Saved entries:
+ + + +

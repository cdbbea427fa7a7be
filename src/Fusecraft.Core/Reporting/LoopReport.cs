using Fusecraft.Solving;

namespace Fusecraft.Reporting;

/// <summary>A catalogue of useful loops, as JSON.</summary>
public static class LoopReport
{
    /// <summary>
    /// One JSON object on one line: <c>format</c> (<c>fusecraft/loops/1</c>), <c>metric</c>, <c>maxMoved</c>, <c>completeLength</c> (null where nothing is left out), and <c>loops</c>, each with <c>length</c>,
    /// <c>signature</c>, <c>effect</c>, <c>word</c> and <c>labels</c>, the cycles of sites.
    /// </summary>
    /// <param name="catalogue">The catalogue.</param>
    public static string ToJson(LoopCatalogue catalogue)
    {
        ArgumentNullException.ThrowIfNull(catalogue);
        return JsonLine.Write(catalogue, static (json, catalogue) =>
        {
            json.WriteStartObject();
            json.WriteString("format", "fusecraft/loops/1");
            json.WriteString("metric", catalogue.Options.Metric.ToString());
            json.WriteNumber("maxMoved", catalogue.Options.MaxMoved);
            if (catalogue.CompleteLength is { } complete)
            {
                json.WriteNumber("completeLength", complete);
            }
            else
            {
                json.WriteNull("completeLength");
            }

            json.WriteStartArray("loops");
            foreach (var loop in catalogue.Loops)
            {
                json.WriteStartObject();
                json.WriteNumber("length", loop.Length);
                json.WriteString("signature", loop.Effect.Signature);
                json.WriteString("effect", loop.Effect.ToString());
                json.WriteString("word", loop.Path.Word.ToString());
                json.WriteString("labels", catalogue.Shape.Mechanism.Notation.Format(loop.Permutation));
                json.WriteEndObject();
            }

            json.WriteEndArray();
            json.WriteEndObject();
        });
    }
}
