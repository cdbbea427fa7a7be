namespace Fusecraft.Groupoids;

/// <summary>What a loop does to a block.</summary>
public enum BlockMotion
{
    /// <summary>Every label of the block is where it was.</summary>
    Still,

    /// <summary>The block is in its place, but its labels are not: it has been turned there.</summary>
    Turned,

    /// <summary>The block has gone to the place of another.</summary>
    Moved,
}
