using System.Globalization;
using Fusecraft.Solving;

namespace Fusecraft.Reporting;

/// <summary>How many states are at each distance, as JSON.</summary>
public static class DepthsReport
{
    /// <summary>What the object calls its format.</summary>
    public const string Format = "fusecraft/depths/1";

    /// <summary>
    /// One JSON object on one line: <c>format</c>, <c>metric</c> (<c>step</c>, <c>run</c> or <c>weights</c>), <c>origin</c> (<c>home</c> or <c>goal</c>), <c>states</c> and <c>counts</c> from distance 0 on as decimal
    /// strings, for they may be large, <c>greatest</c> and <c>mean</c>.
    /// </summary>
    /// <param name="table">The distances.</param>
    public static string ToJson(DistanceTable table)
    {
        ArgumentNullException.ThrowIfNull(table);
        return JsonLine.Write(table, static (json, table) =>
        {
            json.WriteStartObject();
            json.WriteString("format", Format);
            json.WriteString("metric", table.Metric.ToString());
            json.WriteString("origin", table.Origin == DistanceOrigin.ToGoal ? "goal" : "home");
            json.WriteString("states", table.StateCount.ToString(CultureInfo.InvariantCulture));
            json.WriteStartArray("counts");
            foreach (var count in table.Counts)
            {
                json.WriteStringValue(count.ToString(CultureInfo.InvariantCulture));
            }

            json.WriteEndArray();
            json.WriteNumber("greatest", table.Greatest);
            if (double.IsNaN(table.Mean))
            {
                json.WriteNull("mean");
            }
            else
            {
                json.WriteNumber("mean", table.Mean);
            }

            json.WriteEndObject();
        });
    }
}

+ + + +

In the lines above, find the word "foreach" and copy every line it occurs in.

            foreach (var loop in catalogue.Loops)
            foreach (var count in table.Counts)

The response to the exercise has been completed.